7. The method as recited in claim 1 or 6 wherein said ventricular assist device is selected from the group consisting of the HeartMate ventricular assist device, the Thoratec assist device, the Novacor ventricular assist device, the MicroMed (DeBakey) device, the Arrow LionHeart device, and the Levitronics device.

8. The method as recited in claim 1 or 6 wherein said perforator instrument of said piercing introducer assembly further comprises

a volumetric shaft having two open ends and at least one sidewall of determinable dimensions, said sheath being

(1) sized at one open end for on-demand placement adjacent to and aligned closure with said perforating headpiece of said perforator instrument,

(2) substantially annular in configuration over its axial length, and

(3) adapted for protective positioning around and volumetric spatial envelopment of at least a portion of said supporting shaft extending from said perforating headpiece of said perforator instrument, said sheath providing a protective covering for said enveloped spatial volume then surrounding said supporting shaft; and

position holding means attachable to and detachable from said volumetric sheath and said supporting shaft of said perforator instrument for holding said volumetric sheath and the enveloped spatial volume at a set position around said supporting shaft of said perforator instrument.

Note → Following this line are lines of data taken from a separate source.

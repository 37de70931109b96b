"""Reference model: multiparameter Helmholtz-energy equations of state through CoolProp's HEOS backend.

One low-level ``CoolProp.AbstractState("HEOS", ...)`` per fluid or mixture, created once (cached by
:func:`reference_fluid`) and reused for every state. No ``PropsSI`` calls here.

Every state is checked before a number is handed out:

* temperature within the equation's range [t_min, t_max] (CoolProp extrapolates silently, e.g. nitrogen
  at 5000 K; we refuse);
* pressure finite and not above p_max;
* for single-phase states, (dP/drho)_T > 0 (mechanically stable root);
* mixtures: the homogeneous state at (density, temperature) is accepted only if the reverse
  pressure–temperature flash gives the density back and the state is one phase by both routes of
  :mod:`screening.physics.mixtures` (CoolProp's flash with its stability analysis, and thermo's
  Peng–Robinson flash with its stability test), each state checked within a stated time bound. Two-phase
  mixture states are not screened.

Pseudo-pure fluids (CoolProp's "Air", whose parameter ``pure`` is "false") are treated as a pure fluid
above their maxcondentherm (the ``T_critical`` CoolProp reports, 132.53 K for air). Below it the
pseudo-pure equation does not represent the vapour-liquid equilibrium of the real mixture, so states
there are refused (NotApplicable) rather than given a "saturation" pressure.

Units: SI throughout — pressure [Pa], temperature [K], molar density [mol/m3], molar mass [kg/mol].
"""

from __future__ import annotations

import functools
import math
import os
import re
import threading
import time
from functools import lru_cache

import CoolProp
import CoolProp.CoolProp as CP
import numpy as np

from screening.errors import NotApplicable
from screening.physics import mixtures as _mix
from screening.physics.eos import coolprop_library
from screening.physics.roots import brentq as _brentq

MODEL = "reference"

#: Relative tolerance of the mixture round trip rho -> p(rho, T) -> rho(p, T).
ROUND_TRIP_RTOL = 1e-6

#: Relative band around the vapour pressure where a pure-fluid PT flash is refused (phase undecidable).
SATURATION_BAND = 1e-9

_TWO_PHASE = CoolProp.iphase_twophase
#: The saturation flash looks at states below this fraction of the critical temperature (`_evaluate_rows`, ``dome``),
#: where the saturated densities stand well apart from the critical density.
_DOME_T_MAX = 0.999
#: A density inside the dome by more than this fraction of the saturated density is taken as two-phase from the
#: saturation flash; closer to the boundary the density-temperature evaluation decides.
_DOME_MARGIN = 1e-6

#: Most settled phase answers one mixture keeps (oldest dropped first).
_ANSWERS_KEPT = 4096


# --------------------------------------------------------------------------------------------------
# Bibliography (CoolProp ships its BibTeX library next to the extension module)
# --------------------------------------------------------------------------------------------------

def _bib_path() -> str:
    return os.path.join(os.path.dirname(CoolProp.__file__), "CoolPropBibTeXLibrary.bib")


@lru_cache(maxsize=1)
def _bib_text() -> str:
    try:
        with open(_bib_path(), encoding="utf-8", errors="replace") as fh:
            return fh.read()
    except OSError:
        return ""


def _bib_entry(key: str) -> dict[str, str] | None:
    """Fields of one BibTeX entry (lower-case names, braces stripped), or None when not found."""
    text = _bib_text()
    m = re.search(r"@\w+\s*\{\s*" + re.escape(key) + r"\s*,", text)
    if not m:
        return None
    # walk to the brace that closes the entry
    depth, i = 1, m.end()
    while i < len(text) and depth:
        depth += {"{": 1, "}": -1}.get(text[i], 0)
        i += 1
    body = text[m.end():i - 1]
    fields: dict[str, str] = {}
    for fm in re.finditer(r"(\w+)\s*=\s*\{", body):
        depth, j = 1, fm.end()
        while j < len(body) and depth:
            depth += {"{": 1, "}": -1}.get(body[j], 0)
            j += 1
        value = body[fm.end():j - 1].replace("{", "").replace("}", "")
        fields[fm.group(1).lower()] = " ".join(value.split())
    return fields


def citation(key: str) -> str:
    """Readable citation for a CoolProp bibliography key (author, year, title, journal, DOI); read once
    per key (`_citation` is cached)."""
    return _citation(key)


@lru_cache(maxsize=None)
def _citation(key: str) -> str:
    """Readable citation for a CoolProp bibliography key; the key itself when the entry is not there.
    A comma-separated list of keys (oxygen's 'Schmidt-FPE-1985,Stewart-JPCRD-1991') gives each citation."""
    if "," in key:
        return "; ".join(_citation(k.strip()) for k in key.split(",") if k.strip())
    f = _bib_entry(key) if key else None
    if not f or "title" not in f:
        return f"{key} (CoolProp bibliography key)"
    parts = [f.get("author", "?"), f"({f.get('year', 'n.d.')}).", f["title"] + "."]
    where = f.get("journal") or f.get("booktitle") or f.get("school") or f.get("publisher") or ""
    if f.get("volume"):
        where += f" {f['volume']}"
    if f.get("pages"):
        where += f", {f['pages']}"
    if where:
        parts.append(where.strip() + ".")
    if f.get("doi"):
        parts.append(f"doi:{f['doi']}")
    return " ".join(parts) + f" [{key}]"


# --------------------------------------------------------------------------------------------------
# The fluid
# --------------------------------------------------------------------------------------------------

#: What CoolProp's look-up functions raise for a name or binary pair they do not know: ValueError
#: (CoolProp 8), RuntimeError (CoolProp 6 and 7; for a pair also when it is stored in the other order).
#: Either way the fluid or pair is taken as missing, and the mixture is refused (NotApplicable), never screened.
_LOOKUP_ERRORS = (ValueError, RuntimeError)


def _binary_pair_missing(cas1: str, cas2: str) -> bool:
    # the pair's source key is listed for every fitted pair (the refrigerant pairs of Lemmon 2004 carry no
    # "betaT": their reducing parameters are named differently)
    return _binary_pair_key(cas1, cas2) is None


def _binary_pair_key(cas1: str, cas2: str) -> str | None:
    for a, b in ((cas1, cas2), (cas2, cas1)):
        try:
            return CP.get_mixture_binary_pair_data(a, b, "BibTeX")
        except _LOOKUP_ERRORS:
            continue
    return None


def _holding_the_state(method):
    """Run a method that updates and reads the fluid's one AbstractState while holding the fluid's lock.

    The cached fluid (one per process, see :func:`reference_fluid`) is shared by every thread, and an
    evaluation is several CoolProp calls in a row (update, then pressure, phase, derivatives): another
    thread updating the same state between them would hand out its numbers. A re-entrant lock per fluid
    (methods call one another) costs well under a microsecond per call (DEVELOPERS.md); one state per
    thread would have to build a mixture's phase envelope again in every thread."""
    @functools.wraps(method)
    def locked(self, *args, **kwargs):
        with self._lock:
            return method(self, *args, **kwargs)
    return locked


def pair_source(name1: str | None, name2: str | None) -> str | None:
    """CoolProp's source key of the fitted binary parameters of two CoolProp fluids, None where it has none."""
    if not name1 or not name2:
        return None
    try:
        return _binary_pair_key(CP.get_fluid_param_string(name1, "CAS"), CP.get_fluid_param_string(name2, "CAS"))
    except _LOOKUP_ERRORS:
        return None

9. The method as recited in claim 1 or 6 wherein said supporting shaft of said introducer assembly is hollow over at least a portion of its length.

10. The method as recited in claim 1 or 6 wherein said conduit controlling means of said introducer assembly comprises an inflatable and deflatable on-demand balloon appliance disposed adjacent to said perforating headpiece.

11. The method as recited in claim 1 or 6 wherein said linking connector joined to said conduit is formed of a shape-memory alloy.

12. The method as recited in claim 1 or 6 wherein said linking connector joined to said conduit is formed of a super-elastic alloy.

13. The method as recited in claim 1 or 6 wherein said linking connector is a wire meshwork.

14. The method as recited in claim 1 or 6 wherein said conduit comprises a tube formed of a synthetic material.

15. The method as recited in claim 1 or 6 wherein said conduit further comprises a tube formed of naturally occurring matter.

16. The method as recited in claim 1 or 6 wherein said conduit further comprises one or more valves.

17. The method as recited in claim 1 or 6 which incorporates the use of a stabilizing ring to hold the conduit to the heart or vessel.

18. The method as recited in claim 1 or 6 where the connection is sutureless.